#### [Work instruction]
Collect all lines containing the word "vector" from the data.

Stored data:
:::

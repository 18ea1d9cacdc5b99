// Chronodrome, GPL-3.0-or-later.
// The workbook, read back by openpyxl (package python3-openpyxl) and compared with the tables by Python's
// csv.
#include <catch2/catch.hpp>
#include <clocale>
#include <cstdio>
#include <map>
#include <sstream>

#include "results/dictionary.h"
#include "results/table_reader.h"
#include "results/tables.h"
#include "results/workbook.h"
#include "results/workbook_tables.h"
#include "support/sample_sessions.h"

using namespace chronodrome;
using test_support::ScratchFolder;

namespace {

struct TableCount {
  std::size_t sheets = 0, rows = 0, numbers = 0, texts = 0, differences = 0;
};

struct Comparison {
  std::map<std::string, TableCount> tables;
  std::map<std::string, std::string> heads, frozen;
  std::string sheets, made;
  bool has_formula = false;
};

Comparison compared(const ScratchFolder& folder) {
  const std::string script = std::string(CHRONODROME_SOURCE_DIR) + "/tests/results/compare_workbook.py";
  std::istringstream lines(
      test_support::output_of("/usr/bin/python3 " + script + " " + folder.path.string(), folder));
  Comparison found;
  for (std::string line; std::getline(lines, line);) {
    std::istringstream words(line);
    std::string kind, name;
    words >> kind;
    if (kind == "table") {
      words >> name;
      auto& count = found.tables[name];
      words >> count.sheets >> count.rows >> count.numbers >> count.texts >> count.differences;
    } else if (kind == "head" || kind == "frozen") {
      words >> name >> std::ws;
      std::getline(words, (kind == "head" ? found.heads : found.frozen)[name]);
    } else if (kind == "sheets" || kind == "made") {
      words >> std::ws;
      std::getline(words, kind == "sheets" ? found.sheets : found.made);
    } else if (kind == "FORMULA") {
      found.has_formula = true;
    }
  }
  return found;
}

std::string workbook_of(const session::SessionResult& result, std::span<const results::OutputFile> files,
                        std::size_t sheet_rows = results::kSheetRows) {
  const auto made = results::workbook_file(result, "x", files, sheet_rows);
  if (!made) FAIL(describe(made.error()));
  CHECK(made->name == "workbook.xlsx");
  return made->content;
}

void write_all(const ScratchFolder& folder, std::span<const results::OutputFile> files,
               const std::string& workbook) {
  for (const auto& file : files)
    folder.write(file.name, file.content);
  folder.write("workbook.xlsx", workbook);
}

} // namespace

TEST_CASE("the workbook holds the tables' values, one sheet a table", "[results]") {
  const std::string name = GENERATE("atrial-strip", "guinea-pig-heart", "rabbit-heart");
  CAPTURE(name);
  const ScratchFolder folder("test-workbook");
  const auto result = test_support::sample_session(name);
  const auto files = results::result_files(result, "x");
  write_all(folder, files, workbook_of(result, files));
  const auto found = compared(folder);
  CHECK(found.sheets.rfind("summary responses fits rhythm activations intervals delays", 0) == 0);
  CHECK_FALSE(found.has_formula);
  std::size_t tables = 0;
  for (const auto& file : files) {
    if (!file.name.ends_with(".csv")) continue;
    ++tables;
    CAPTURE(file.name);
    REQUIRE(found.tables.count(file.name) == 1);
    const auto& count = found.tables.at(file.name);
    CHECK(count.sheets == 1);
    CHECK(count.differences == 0);
  }
  CHECK(tables >= 7);
  // Times, amplitudes and confidences are numbers, labels are none.
  const auto& activations = found.tables.at("activations.csv");
  CHECK(activations.numbers == 4 * activations.rows);
  CHECK(activations.texts == 2 * activations.rows);
  CHECK(activations.rows > 2000);
  CHECK(found.heads.at("activations") == "channel|index|time_s|amplitude (of the channel)|confidence|origin");
  CHECK(found.frozen.at("activations").rfind("A2 A1:F", 0) == 0);
  CHECK(found.made.rfind("1980-01-01 00:00:00", 0) == 0);
}

TEST_CASE("the comparison sees a digit that differs", "[results]") {
  const ScratchFolder folder("test-workbook");
  const auto result = test_support::sample_session("atrial-strip");
  auto files = results::result_files(result, "x");
  const std::string workbook = workbook_of(result, files);
  std::string& rows = files[0].content;
  REQUIRE(files[0].name == "activations.csv");
  const auto digit = rows.find_last_of("0123456789");
  rows[digit] = rows[digit] == '9' ? '8' : '9';
  write_all(folder, files, workbook);
  CHECK(compared(folder).tables.at("activations.csv").differences == 1);
}

TEST_CASE("the heads of the sheet of fits are those of the dictionary", "[results]") {
  const auto result = test_support::sample_session("atrial-strip");
  const std::string table = results::fits_table(result);
  results::TableReader reader(table);
  std::vector<std::string> heads, described, cells;
  REQUIRE(reader.next(heads));
  for (const auto& row : results::column_meanings()) {
    if (row.file == "workbook.xlsx") described.emplace_back(row.column);
  }
  CHECK(heads == described);
  // One row a parameter and derived number of each fit: four and two of a Hill curve.
  std::size_t rows = 0;
  for (; reader.next(cells); ++rows) {
    CHECK(cells.size() == heads.size());
    if (cells[8] == "pec50") CHECK(cells[9].empty());
    if (cells[8] == "emax") CHECK(cells[9] == (cells[4] == "rate:RA" ? "bpm" : "mN"));
    if (cells[8] == "ec50_mol_per_l") CHECK(cells[9] == "mol/L");
  }
  CHECK(rows == 6 * result.curves.size());
}

TEST_CASE("a label is never a formula", "[results]") {
  const ScratchFolder folder("test-workbook");
  auto result = test_support::sample_session("atrial-strip");
  const std::string evil = GENERATE("=1+1", "+cmd|' /C calc'!A0", "-2+3", "@SUM(A1)", "\t=1", "{=1}");
  result.activations[0].channel = evil;
  result.session.preparation.label = evil;
  result.session.preparation.notes = evil;
  for (auto& row : result.responses.rows)
    row.agent = evil;
  for (auto& curve : result.curves)
    curve.agent = evil;
  result.warnings.push_back({evil, {}, evil, ""});
  const auto files = results::result_files(result, "x");
  write_all(folder, files, workbook_of(result, files));
  const auto found = compared(folder);
  CHECK_FALSE(found.has_formula);
  CHECK(found.tables.at("activations.csv").differences == 0);
  CHECK(found.tables.at("responses.csv").differences == 0);
}

TEST_CASE("a label with characters that XML cannot hold leaves the workbook whole", "[results]") {
  const ScratchFolder folder("test-workbook");
  auto result = test_support::sample_session("atrial-strip");
  result.activations[0].channel = GENERATE("a\x01"
                                           "b",
                                           "\xff\xfe", "x\xef\xbf\xbf", "<&>\"'");
  const auto files = results::result_files(result, "x");
  const std::string workbook = workbook_of(result, files);
  const auto harmless = results::result_files(test_support::sample_session("atrial-strip"), "x");
  write_all(folder, harmless, workbook);
  const auto found = compared(folder);
  // Every cell is there; only the label differs.
  const auto& count = found.tables.at("activations.csv");
  CHECK(count.differences == result.activations[0].marks.size());
  CHECK(count.numbers == 4 * count.rows);
}

TEST_CASE("a table that is too long for a sheet goes on in the next", "[results]") {
  const ScratchFolder folder("test-workbook");
  const auto result = test_support::sample_session("atrial-strip");
  const auto files = results::result_files(result, "x");
  write_all(folder, files, workbook_of(result, files, 1000));
  const auto found = compared(folder);
  const auto& count = found.tables.at("activations.csv");
  // 999 rows and the heads on each.
  CHECK(count.sheets == (count.rows + 998) / 999);
  CHECK(count.sheets > 2);
  CHECK(count.differences == 0);
  CHECK(found.heads.at("activations_(2)") == found.heads.at("activations"));
}

TEST_CASE("the longest sheet a spreadsheet can hold is filled to its last row", "[.long][results]") {
  const ScratchFolder folder("test-workbook");
  const auto result = test_support::sample_session("atrial-strip");
  std::string rows = "start_s,end_s,kind,detail\n";
  const std::size_t more = results::kSheetRows + 9; // one row less than that would fit, with the heads
  for (std::size_t i = 0; i < more; ++i)
    rows += std::to_string(i) + ",,,\n";
  const std::vector<results::OutputFile> files = {{"rhythm.csv", rows}};
  write_all(folder, files, workbook_of(result, files));
  const auto found = compared(folder);
  CHECK(found.tables.at("rhythm.csv").sheets == 2);
  CHECK(found.tables.at("rhythm.csv").rows == more);
  CHECK(found.tables.at("rhythm.csv").differences == 0);
}

TEST_CASE("a text that is too long for a cell says so", "[results]") {
  const ScratchFolder folder("test-workbook");
  auto result = test_support::sample_session("atrial-strip");
  for (int i = 0; i < 20000; ++i)
    result.rhythm.episodes[0].detail += "\xc3\xa9\xc3\xa9"; // two bytes a letter: the cut must not split one
  const auto files = results::result_files(result, "x");
  write_all(folder, files, workbook_of(result, files));
  const auto found = compared(folder);
  CHECK(found.tables.at("rhythm.csv").differences == 1);
  CHECK(found.tables.at("intervals.csv").differences == 0);
}

TEST_CASE("the workbook has the same bytes each time", "[results]") {
  const auto result = test_support::sample_session("guinea-pig-heart");
  const auto files = results::result_files(result, "x");
  CHECK(workbook_of(result, files) == workbook_of(result, files));
}

TEST_CASE("the workbook has the same bytes where C prints a decimal comma", "[results]") {
  const ScratchFolder folder("test-locale");
  const std::string made = (folder.path / "de_DE.utf8").string();
  // Compiled for the test where the system's sources of locales are there.
  if (std::system(("localedef -i de_DE -f UTF-8 " + made + " 2>/dev/null").c_str()) != 0) {
    WARN("no locale with a decimal comma can be made here (package locales)");
    return;
  }
  const auto result = test_support::sample_session("atrial-strip");
  const auto files = results::result_files(result, "x");
  const std::string plain = workbook_of(result, files);
  setenv("LOCPATH", folder.path.c_str(), 1);
  REQUIRE(std::setlocale(LC_ALL, "de_DE.utf8") != nullptr);
  char probe[16];
  std::snprintf(probe, sizeof probe, "%.1f", 1.5);
  const std::string continental = workbook_of(result, files);
  std::setlocale(LC_ALL, "C");
  unsetenv("LOCPATH");
  CHECK(std::string(probe) == "1,5"); // the locale does reach C
  CHECK(continental == plain);
}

:::

#### [Task result]
  std::vector<std::string> heads, described, cells;
  const std::vector<results::OutputFile> files = {{"rhythm.csv", rows}};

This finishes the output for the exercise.